Watch an Aston Martin Le Mans in action on the Prescott Hillclimb.

Belying its unimpressive statistics, the Aston felt remarkably punchy. At revs over 4,000 a storm of mechanical noise broke under the hood, discouraging prolonged exploration of that region. Four thousand on the big chronometric tach was a good cruising pace around 70 mph, the cooling so effective that a radiator mask had to be used most of the time. Despite the lack of a fan I had only a couple of anxious moments in heavy traffic.

The Ludvigsen’s and their Le Mans on the Nürburgring.

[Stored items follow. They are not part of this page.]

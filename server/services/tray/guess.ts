import { diffContents } from '#shared/diff/diff'
import type { Content, SettingsFile } from '#shared/settings/types'
import { emptyContent } from '#shared/settings/content'
import { seesSite, type Actor } from '#server/database/actor'
import { readContent } from '#server/database/content/queries'
import { axesOfModel } from '#server/database/judging/queries'
import type { VaultDb } from '#server/database/prepared'
import { axisNamed } from '../uploads/axis-named'

export interface Guess { readonly axisId: number, readonly tag: string, readonly siteId: number, readonly why: string }

/** From this share of equal fields on, a content is taken for that of the axis. */
const alike = 0.95

/** The axis that the sender named; null where they named none that they can see. */
export function guessByTag(db: VaultDb, actor: Actor, ref: string | undefined): Guess | null {
  const named = ref === undefined ? undefined : axisNamed(db, ref)
  if (!named || !seesSite(actor, named.site.id)) return null
  return { axisId: named.axis.id, tag: named.axis.tag, siteId: named.site.id, why: 'named by the sender' }
}

/** The axis whose current content is the most alike, else the only one with the same node address; null where neither is there. */
export function guessAxis(db: VaultDb, actor: Actor, file: Pick<SettingsFile, 'unit'>, content: Content): Guess | null {
  const candidates = axesOfModel(db, file.unit.model, content.axisKind).filter(({ siteId }) => seesSite(actor, siteId))
    .map(({ contentId, ...axis }) => {
      const other = readContent(db, contentId)
      return { axis, share: equalShare(other, content), address: other.setup.nodeAddress }
    })
  const [best] = candidates.sort((a, b) => b.share - a.share)
  if (best && best.share >= alike) return { ...best.axis, why: `${Math.floor(best.share * 1000) / 10} % of the values are equal` }
  const { nodeAddress } = content.setup
  const sameAddress = nodeAddress ? candidates.filter(({ address }) => address === nodeAddress) : []
  const [only, second] = sameAddress
  return only && !second ? { ...only.axis, why: `same node address ${nodeAddress}` } : null
}

/** How many of the fields that either content holds are equal in both, 0 to 1; two empty contents are equal. */
export function equalShare(a: Content, b: Content): number {
  const changes = diffContents(a, b)
  const fields = diffContents(emptyContent(a.axisKind), a).length + changes.filter(({ before }) => before === undefined).length
  return fields === 0 ? 1 : 1 - changes.length / fields
}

From behind its wheel the Le Mans is obviously a much larger car than, say, an MG TC. With light and direct steering it has a nice way of going where you aim it, getting good grip through corners from its low center of gravity and wide track. The ride is as bouncy as you’d expect from the car’s layout but the long wheelbase kept it from being excessively choppy. A strong push on the pedal gives good stopping but when the huge brakes are wet they want careful watching.

When I bought ALP 598 I did so with the reassuring feeling that the world expert in the repair and restoration of pre-war Aston Martins, Morntane Engineering, was only two miles from my house. Backed by Pink Floyd drummer Nick Mason, a keen car enthusiast, Morntane was captained by Derrick Edwards, for many years a racer of an Aston Martin Ulster. He assured me that although my car sounded like a threshing machine at idle, they all did.

Keen on racing as they all were, the Morntane folks talked me into competing with ALP. I had three outings with her, one at Silverstone, another at Oulton Park and the last one at Brands Hatch. My son Miles was my pit crew at Silverstone, where we didn’t bother to check the oil level in the reservoir between qualifying and the race. ALP went well, really taking to the club circuit and placing decently among similar cars.

Before driving back to London after the race Miles and I checked the oil and found it alarmingly low. Obviously we should have looked at it earlier. But here we found a race-bred feature of the Le Mans. The outlet from the tank was at the bottom on the left-hand side, just where the very last drop of oil would be available when competing on a clockwise circuit, as were most in Europe including Le Mans. Bertelli’s development saved us.

I was looking forward to competing at Oulton Park, an interesting hilly and scenic circuit. At first practice went well but then the Aston started acting up, running sluggishly with a smoky exhaust. Not good. It turned out the that scavenge pump was no longer scavenging so oil was staying in places it shouldn’t. She went back to Morntane—on a trailer.

Ludvigsen and ALP 598 on track at Brands Hatch.

At Brands Hatch ALP and I enjoyed the club version of this short but challenging circuit. In practice we clocked times a shade better than another Le Mans so I thought we would wax him in the race. At the start, however, he just motored away! His engine was anything but standard! After Brands I decided that by racing I was only wearing out what was a perfectly good road car. I wasn’t prepared to go the full Morntane with racing modifications.

When time came to part with ALP, the center of gravity of pre-war Astons had shifted to Olney in Buckinghamshire where a new company, Ecurie Bertelli, was set up as a successor to Morntane by stalwarts of its predecessor, Judy Hogg and Andy Bell. Now, joined by relative newcomers Robert and Ali Blakemore, Andy is still on board to exploit his knowledge in depth of the four-cylinder Aston Martin brigade. Andy oversaw some needed maintenance of ALP and located a buyer.

A few years ago we saw ALP again at Silverstone. Only her Prussian Blue color was the same! She had been ‘restored’ to within an inch of her life, the powerful Marchal headlamps gone along with the white pinstriping of her coachwork highlights. A comfortable, roadable Le Mans had been turned into a primped showpiece. Considering the six-figure prices these cars sell for now, I suppose I shouldn’t be surprised.